_About this task_
Where the records below show the word "others" in a line, please copy that line.

_Supplied data_
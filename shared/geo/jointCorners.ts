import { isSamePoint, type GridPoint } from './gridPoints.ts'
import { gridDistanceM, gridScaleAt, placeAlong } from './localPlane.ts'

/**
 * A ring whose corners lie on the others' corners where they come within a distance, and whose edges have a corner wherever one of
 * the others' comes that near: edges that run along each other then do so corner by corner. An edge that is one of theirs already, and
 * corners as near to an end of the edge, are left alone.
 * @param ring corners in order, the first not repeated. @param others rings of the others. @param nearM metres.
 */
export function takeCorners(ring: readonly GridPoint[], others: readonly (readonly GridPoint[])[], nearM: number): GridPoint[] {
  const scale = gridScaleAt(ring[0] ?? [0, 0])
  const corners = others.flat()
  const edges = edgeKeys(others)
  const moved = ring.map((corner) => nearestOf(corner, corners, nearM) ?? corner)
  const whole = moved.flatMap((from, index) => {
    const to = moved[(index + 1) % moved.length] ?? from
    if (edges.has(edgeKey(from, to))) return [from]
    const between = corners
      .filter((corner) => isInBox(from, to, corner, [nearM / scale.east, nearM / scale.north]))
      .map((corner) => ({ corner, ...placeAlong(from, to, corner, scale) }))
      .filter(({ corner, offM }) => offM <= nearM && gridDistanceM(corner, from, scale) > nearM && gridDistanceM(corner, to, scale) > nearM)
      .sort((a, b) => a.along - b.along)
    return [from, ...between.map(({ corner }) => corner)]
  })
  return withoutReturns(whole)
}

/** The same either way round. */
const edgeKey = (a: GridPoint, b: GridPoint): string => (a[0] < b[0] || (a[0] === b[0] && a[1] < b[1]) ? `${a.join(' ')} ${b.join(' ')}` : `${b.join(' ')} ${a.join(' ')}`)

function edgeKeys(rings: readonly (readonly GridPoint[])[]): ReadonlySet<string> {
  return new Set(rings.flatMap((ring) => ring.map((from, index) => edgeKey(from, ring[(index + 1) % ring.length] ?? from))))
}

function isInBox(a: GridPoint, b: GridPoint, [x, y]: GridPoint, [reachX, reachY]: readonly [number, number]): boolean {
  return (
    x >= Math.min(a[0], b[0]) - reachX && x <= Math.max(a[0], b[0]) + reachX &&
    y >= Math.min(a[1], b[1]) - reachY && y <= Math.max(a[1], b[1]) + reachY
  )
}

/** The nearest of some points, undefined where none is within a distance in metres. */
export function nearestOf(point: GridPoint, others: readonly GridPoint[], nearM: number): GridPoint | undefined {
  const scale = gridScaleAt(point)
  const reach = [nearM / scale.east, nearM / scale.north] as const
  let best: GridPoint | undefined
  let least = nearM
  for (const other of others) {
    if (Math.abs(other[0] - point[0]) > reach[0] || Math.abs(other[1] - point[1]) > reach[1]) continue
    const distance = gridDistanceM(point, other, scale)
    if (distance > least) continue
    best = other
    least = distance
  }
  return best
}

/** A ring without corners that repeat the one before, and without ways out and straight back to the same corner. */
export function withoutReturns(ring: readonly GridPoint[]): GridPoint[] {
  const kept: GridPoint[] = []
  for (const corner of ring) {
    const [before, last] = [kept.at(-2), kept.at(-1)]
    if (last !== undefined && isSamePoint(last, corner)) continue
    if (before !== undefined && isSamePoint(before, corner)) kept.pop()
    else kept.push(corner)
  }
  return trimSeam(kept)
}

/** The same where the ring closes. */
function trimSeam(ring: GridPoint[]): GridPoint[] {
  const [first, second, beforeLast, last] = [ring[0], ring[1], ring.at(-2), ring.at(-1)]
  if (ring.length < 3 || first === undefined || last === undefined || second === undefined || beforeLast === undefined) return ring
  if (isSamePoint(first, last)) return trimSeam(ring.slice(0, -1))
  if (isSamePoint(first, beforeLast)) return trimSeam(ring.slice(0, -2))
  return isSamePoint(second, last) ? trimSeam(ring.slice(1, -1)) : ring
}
---
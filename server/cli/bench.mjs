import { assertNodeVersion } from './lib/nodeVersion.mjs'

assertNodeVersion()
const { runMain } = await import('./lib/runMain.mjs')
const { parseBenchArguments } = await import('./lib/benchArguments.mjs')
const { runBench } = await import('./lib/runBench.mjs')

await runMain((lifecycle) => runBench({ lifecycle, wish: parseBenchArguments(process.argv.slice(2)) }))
--
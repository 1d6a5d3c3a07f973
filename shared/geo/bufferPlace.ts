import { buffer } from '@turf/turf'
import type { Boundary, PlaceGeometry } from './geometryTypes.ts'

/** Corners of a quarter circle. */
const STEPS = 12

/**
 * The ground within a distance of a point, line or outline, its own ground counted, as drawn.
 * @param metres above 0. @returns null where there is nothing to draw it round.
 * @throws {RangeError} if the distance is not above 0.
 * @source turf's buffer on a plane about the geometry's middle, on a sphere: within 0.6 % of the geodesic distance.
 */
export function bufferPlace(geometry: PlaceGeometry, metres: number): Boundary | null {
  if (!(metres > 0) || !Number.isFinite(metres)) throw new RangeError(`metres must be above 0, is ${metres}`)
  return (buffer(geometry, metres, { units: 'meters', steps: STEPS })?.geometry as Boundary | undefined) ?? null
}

_Result for this exercise_
 * A ring whose corners lie on the others' corners where they come within a distance, and whose edges have a corner wherever one of
 * the others' comes that near: edges that run along each other then do so corner by corner. An edge that is one of theirs already, and
 * @param ring corners in order, the first not repeated. @param others rings of the others. @param nearM metres.
export function takeCorners(ring: readonly GridPoint[], others: readonly (readonly GridPoint[])[], nearM: number): GridPoint[] {
  const corners = others.flat()
  const edges = edgeKeys(others)
export function nearestOf(point: GridPoint, others: readonly GridPoint[], nearM: number): GridPoint | undefined {
  for (const other of others) {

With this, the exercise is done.